The SA Council for the Architectural Profession (Sacap) is at loggerheads with the Competition Commission over restrictions the council wants to place on architectural practitioners according to their competency and expertise to protect the public. Yashaen Luckan, the president of Sacap, said yesterday that all the built environment professional councils had an identification of works (IDoW) policy, which outlined the scope of work of practitioners in their various categories according to the competency of their training and experience. Luckan said if there was no IDoW, under-skilled professionals could take on work for which they did not have the professional competence to undertake, and there was no incentive after entering the profession after one year of study to further their studies, which posed risks to the quality of work and higher education institutions. A different level of competency and experience was needed to design a house and a high-rise A-grade building in Sandton, he added.

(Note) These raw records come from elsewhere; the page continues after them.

//! Projections against PROJ and areas against pyproj's `Geod`.
//!
//! Fixtures: `tests/reference/fixtures/map/`, written by
//! `tests/reference/gen/map_fixtures.py` (pyproj 3.7.2, PROJ 9.5.1; the file
//! names its versions). Sphere, R = 1.

use serde_json::Value;
use std::f64::consts::PI;
use strata::geo::{sphere, Projection};

const D: f64 = PI / 180.0;

fn fixture(name: &str) -> Value {
    let p = format!("{}/../../tests/reference/fixtures/map/{name}", env!("CARGO_MANIFEST_DIR"));
    serde_json::from_str(&std::fs::read_to_string(p).unwrap()).unwrap()
}

fn param(p: &Value, k: &str) -> f64 {
    p.get(k).and_then(Value::as_f64).unwrap_or(0.0) * D
}

fn projection(name: &str, p: &Value) -> Projection {
    let (lon0, lat0, lat1, lat2) = (param(p, "lon0"), param(p, "lat0"), param(p, "lat1"), param(p, "lat2"));
    match name {
        "equal_earth" => Projection::EqualEarth { lon0 },
        "mercator" => Projection::Mercator { lon0 },
        "equirectangular" => Projection::Equirectangular { lon0 },
        "albers" => Projection::Albers { lon0, lat0, lat1, lat2 },
        "lambert_conformal" => Projection::LambertConformal { lon0, lat0, lat1, lat2 },
        "lambert_equal_area" => Projection::LambertEqualArea { lon0, lat0 },
        "orthographic" => Projection::Orthographic { lon0, lat0 },
        "transverse_mercator" => Projection::TransverseMercator { lon0, lat0 },
        other => panic!("unknown projection {other}"),
    }
}

// PROJ (pyproj 3.7.2 / PROJ 9.5.1), sphere R = 1, 1,000 points per case:
// after one shared scale factor (least squares over all points of a case),
// every point is within 1e-9 of PROJ's, relative to the larger of the
// point's distance from the origin and 1 (the sphere's radius).
#[test]
fn projections_match_proj() {
    let f = fixture("projections.json");
    let mut names = std::collections::BTreeSet::new();
    for case in f["cases"].as_array().unwrap() {
        let name = case["projection"].as_str().unwrap();
        names.insert(name.to_string());
        let proj = projection(name, &case["params"]);
        let pts = case["points"].as_array().unwrap();
        assert!(pts.len() >= 1000, "{name}: {} points", pts.len());
        let mut ours = Vec::new();
        let mut theirs = Vec::new();
        for p in pts {
            let v: Vec<f64> = p.as_array().unwrap().iter().map(|x| x.as_f64().unwrap()).collect();
            ours.push(proj.forward(v[0] * D, v[1] * D));
            theirs.push((v[2], v[3]));
        }
        let (mut num, mut den) = (0.0, 0.0);
        for (a, b) in ours.iter().zip(&theirs) {
            num += a.0 * b.0 + a.1 * b.1;
            den += a.0 * a.0 + a.1 * a.1;
        }
        let s = num / den;
        assert!((s - 1.0).abs() < 1e-9, "{name}: scale {s}");
        let mut worst = 0.0f64;
        for (a, b) in ours.iter().zip(&theirs) {
            let e = (s * a.0 - b.0).hypot(s * a.1 - b.1) / b.0.hypot(b.1).max(1.0);
            worst = worst.max(e);
        }
        assert!(worst <= 1e-9, "{name} ({}): worst relative error {worst:e}", case["proj"]);
    }
    assert_eq!(names.len(), 8, "every projection is checked: {names:?}");
}

fn shoelace(pts: &[(f64, f64)]) -> f64 {
    let mut a = 0.0;
    for w in pts.windows(2) {
        a += w[0].0 * w[1].1 - w[1].0 * w[0].1;
    }
    a / 2.0
}

// Equal-area projections: the planar area of each projected quadrilateral
// (edges densified along great circles every 0.002°) divided by its spherical
// area from pyproj.Geod(a=1, b=1) is the same constant (1 on the unit
// sphere) within 1e-6. The spherical ring area of `strata::geo::sphere` is
// checked against the same numbers.
#[test]
fn equal_area_projections_keep_areas() {
    let f = fixture("areas.json");
    let projs = [
        Projection::EqualEarth { lon0: 0.0 },
        Projection::EqualEarth { lon0: 12.0 * D },
        Projection::Albers { lon0: 10.0 * D, lat0: 10.0 * D, lat1: 20.0 * D, lat2: 50.0 * D },
        Projection::LambertEqualArea { lon0: 30.0 * D, lat0: -20.0 * D },
    ];
    for proj in projs {
        assert!(proj.equal_area());
        let mut ratios = Vec::new();
        for case in f["cases"].as_array().unwrap() {
            let mut ring: Vec<(f64, f64)> = case["ring"].as_array().unwrap().iter().map(|p| (p[0].as_f64().unwrap() * D, p[1].as_f64().unwrap() * D)).collect();
            ring.push(ring[0]);
            let area = case["area"].as_f64().unwrap();
            let sph = sphere::ring_area(&ring).abs();
            assert!((sph - area).abs() / area < 1e-9, "spherical area {sph} vs Geod {area}");
            let dense = sphere::densify(&ring, 0.002 * D);
            let planar: Vec<(f64, f64)> = dense.iter().map(|&(l, p)| proj.forward(l, p)).collect();
            ratios.push(shoelace(&planar).abs() / area);
        }
        let mean = ratios.iter().sum::<f64>() / ratios.len() as f64;
        for r in &ratios {
            assert!((r / mean - 1.0).abs() < 1e-6, "{proj:?}: ratio {r} vs mean {mean}");
        }
        assert!((mean - 1.0).abs() < 1e-6, "{proj:?}: mean ratio {mean}");
    }
}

But Luckan said the Competition Commission felt the IDoW restricted lower categories of practitioners from doing certain work and was restricting competition and an unfair business practice. He said Sacap was arguing that if you did not delineate a scope of work in terms of the IDoW per category based on the practitioner’s training and competency, you put the public at risk. “What the Competition Commission wants to implement will compromise quality of work,” he said. Marella O’Reilly, the registrar and chief executive of Sacap, the regulator of the architectural profession, said the Architectural Professions Act of 2000 segregated the four different categories of architectural professionals that undertook work. These categories are professional draughts persons, professional architectural technologists, professional senior architectural technologists and professional architects.

In line with international practice, only architects were registered in terms of the Architects Act of 1970. Luckan said Sacap’s IDoW could not be implemented because the commission believed it was restrictive. He added that it was contradictory for the Construction Industry Development Board (CIDB) to be able to restrict the value of tenders that contractors could bid for in terms of their CIDB grading, but not allow Sacap to implement its IDoW policy.